#### Material for the task
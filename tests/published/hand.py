"""The sections of the tables computed by hand, without the library: rectangles and corner pieces summed exactly.

A rolled section is rectangles, plus the concave corner piece at every root, less the same piece at every rounded
corner. The corner piece of radius r lies between two perpendicular lines and the quarter circle that touches both; its
integrals from the corner are those of the square r x r less those of the quarter circle about (r, r):

    A = r²(1 - π/4)    ∫u dA = r³(5/6 - π/4)    ∫u² dA = r⁴(1 - 5π/16)    ∫uv dA = r⁴(19/24 - π/4)

No boundary integral is used, so agreement with the library is agreement of two methods. The tapered channel alone is
a polygon with arcs of 4000 chords.
"""

from __future__ import annotations

from dataclasses import dataclass, field
from math import atan, cos, fsum, pi, sin

from mpmath import mp, mpf

__all__ = [
    "HandTotals",
    "angle",
    "arc",
    "box",
    "channel",
    "i_section",
    "lipped_channel",
    "polygon",
    "tapered_channel",
    "tee",
    "tube",
]

mp.dps = 30


@dataclass
class HandTotals:
    """Running sums of the hand method about the origin, and what follows from them about the centroid."""

    A: mpf = field(default_factory=mpf)
    Qx: mpf = field(default_factory=mpf)
    Qy: mpf = field(default_factory=mpf)
    Ixo: mpf = field(default_factory=mpf)
    Iyo: mpf = field(default_factory=mpf)
    Ixyo: mpf = field(default_factory=mpf)

    def rectangle(self, x1: float, y1: float, x2: float, y2: float, weight: float = 1) -> HandTotals:
        """Add the rectangle between two opposite corners, times weight."""
        x1, y1, x2, y2 = (mpf(str(v)) if isinstance(v, float) else mpf(v) for v in (x1, y1, x2, y2))
        b, h, w = x2 - x1, y2 - y1, mpf(weight)
        area, x, y = w * b * h, (x1 + x2) / 2, (y1 + y2) / 2
        self.A += area
        self.Qx += area * y
        self.Qy += area * x
        self.Ixo += area * (h**2 / 12 + y**2)
        self.Iyo += area * (b**2 / 12 + x**2)
        self.Ixyo += area * x * y
        return self

    def corner(self, x: float, y: float, right: int, up: int, r: float, weight: float = 1) -> HandTotals:
        """Add the corner piece of radius r at the corner (x, y), lying to its right (1) or left (-1), up or down."""
        x, y, r = (mpf(str(v)) if isinstance(v, float) else mpf(v) for v in (x, y, r))
        w, pi_ = mpf(weight), mp.pi
        area, first = w * r**2 * (1 - pi_ / 4), w * r**3 * (mpf(5) / 6 - pi_ / 4)
        second, product = w * r**4 * (1 - 5 * pi_ / 16), w * r**4 * (mpf(19) / 24 - pi_ / 4)
        self.A += area
        self.Qx += area * y + up * first
        self.Qy += area * x + right * first
        self.Ixo += area * y**2 + 2 * y * up * first + second
        self.Iyo += area * x**2 + 2 * x * right * first + second
        self.Ixyo += area * x * y + x * up * first + y * right * first + right * up * product
        return self

    @property
    def x(self) -> mpf:
        return self.Qy / self.A

    @property
    def y(self) -> mpf:
        return self.Qx / self.A

    @property
    def Ix(self) -> mpf:
        return self.Ixo - self.A * self.y**2

    @property
    def Iy(self) -> mpf:
        return self.Iyo - self.A * self.x**2

    @property
    def Ixy(self) -> mpf:
        return self.Ixyo - self.A * self.x * self.y

    @property
    def principal(self) -> tuple[mpf, mpf]:
        mean, half = (self.Ix + self.Iy) / 2, (self.Ix - self.Iy) / 2
        radius = mp.sqrt(half**2 + self.Ixy**2)
        return mean + radius, mean - radius


def i_section(h: float, b: float, tw: float, tf: float, r: float) -> HandTotals:
    """Doubly symmetric I, bottom left of its bounding box at the origin, as all of these."""
    left, right = (b - tw) / 2, (b + tw) / 2
    total = HandTotals().rectangle(0, 0, b, tf).rectangle(0, h - tf, b, h).rectangle(left, tf, right, h - tf)
    for x, side in ((left, -1), (right, 1)):
        total.corner(x, tf, side, 1, r).corner(x, h - tf, side, -1, r)
    return total


def channel(h: float, b: float, tw: float, tf: float, r: float) -> HandTotals:
    """Channel of parallel flanges, the back of its web on the left."""
    total = HandTotals().rectangle(0, 0, tw, h).rectangle(tw, 0, b, tf).rectangle(tw, h - tf, b, h)
    return total.corner(tw, tf, 1, 1, r).corner(tw, h - tf, 1, -1, r)


def tee(h: float, b: float, tw: float, tf: float, r: float) -> HandTotals:
    """Tee with its flange on top."""
    left, right = (b - tw) / 2, (b + tw) / 2
    total = HandTotals().rectangle(0, h - tf, b, h).rectangle(left, 0, right, h - tf)
    return total.corner(left, h - tf, -1, -1, r).corner(right, h - tf, 1, -1, r)


def angle(h: float, b: float, t: float, r1: float, r2: float) -> HandTotals:
    """Angle of upright leg h and lying leg b, heel at the origin, root r1 and toes r2."""
    total = HandTotals().rectangle(0, 0, t, h).rectangle(t, 0, b, t).corner(t, t, 1, 1, r1)
    return total.corner(t, h, -1, -1, r2, -1).corner(b, t, -1, -1, r2, -1)


def box(h: float, b: float, t: float, ro: float, ri: float) -> HandTotals:
    """Rectangular hollow section of outside radius ro and inside radius ri."""
    total = HandTotals()
    for inset, r, weight in ((0, ro, 1), (t, ri, -1)):
        total.rectangle(inset, inset, b - inset, h - inset, weight)
        for x, side in ((inset, 1), (b - inset, -1)):
            total.corner(x, inset, side, 1, r, -weight).corner(x, h - inset, side, -1, r, -weight)
    return total


def tube(d: float, t: float) -> HandTotals:
    """Circular hollow section; A = π(D² - d²)/4, I = π(D⁴ - d⁴)/64."""
    outer, inner = mpf(str(d)), mpf(str(d)) - 2 * mpf(str(t))
    A, inertia, centre = mp.pi * (outer**2 - inner**2) / 4, mp.pi * (outer**4 - inner**4) / 64, outer / 2
    return HandTotals(A, A * centre, A * centre, inertia + A * centre**2, inertia + A * centre**2, A * centre**2)


def lipped_channel(h: float, b: float, c: float, t: float, r: float) -> HandTotals:
    """Channel with inward lips of overall depth c, four bends of inside radius r, the back of its web on the left."""
    total = HandTotals().rectangle(0, 0, t, h)
    for y, up in ((0, 1), (h, -1)):
        inside = y + up * t
        total.rectangle(t, min(y, inside), b, max(y, inside))
        total.rectangle(b - t, min(inside, y + up * c), b, max(inside, y + up * c))
        total.corner(0, y, 1, up, r + t, -1).corner(b, y, -1, up, r + t, -1)
        total.corner(t, inside, 1, up, r).corner(b - t, inside, -1, up, r)
    return total


def polygon(points: list[tuple[float, float]]) -> HandTotals:
    """Any polygon, by the trapezia under its sides (the surveyor's formula)."""
    terms: list[tuple[float, ...]] = []
    for (x1, y1), (x2, y2) in zip(points, points[1:] + points[:1], strict=True):
        cross = x1 * y2 - x2 * y1
        terms.append(
            (
                cross / 2,
                cross * (y1 + y2) / 6,
                cross * (x1 + x2) / 6,
                cross * (y1**2 + y1 * y2 + y2**2) / 12,
                cross * (x1**2 + x1 * x2 + x2**2) / 12,
                cross * (x1 * y2 + 2 * x1 * y1 + 2 * x2 * y2 + x2 * y1) / 24,
            )
        )
    return HandTotals(*(mpf(fsum(column)) for column in zip(*terms, strict=True)))


def arc(
    centre: tuple[float, float], r: float, start: float, end: float, chords: int = 4000
) -> list[tuple[float, float]]:
    turns = (start + (end - start) * i / chords for i in range(chords + 1))
    return [(centre[0] + r * cos(turn), centre[1] + r * sin(turn)) for turn in turns] if r else [centre]


def tapered_channel(
    h: float, b: float, tw: float, tf: float, at: float, slope: float, r1: float, r2: float
) -> HandTotals:
    """Channel whose flanges are tf thick at the distance `at` from the back of the web.

    Their inside faces slope by `slope`. The root circle touches web and inside face, the toe circle the inside face
    and the flange's end.
    """
    lean = atan(slope)

    def inside_face(x: float) -> float:
        return tf - slope * (x - at)

    # A circle of radius r touches the sloping face from above (below) where its centre is r / cos(lean) above (below).
    root = (tw + r1, inside_face(tw + r1) + r1 / cos(lean))
    toe = (b - r2, inside_face(b - r2) - r2 / cos(lean))
    lower = [(0.0, 0.0), (b, 0.0), *arc(toe, r2, 0.0, pi / 2 - lean), *arc(root, r1, -pi / 2 - lean, -pi)]
    return polygon(lower + [(x, h - y) for x, y in reversed(lower)])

#### Goal of the exercise
Among the lines of the data, some may include "dataclass" as a word or string; report how many, and nothing else.

#### Answer for the task
2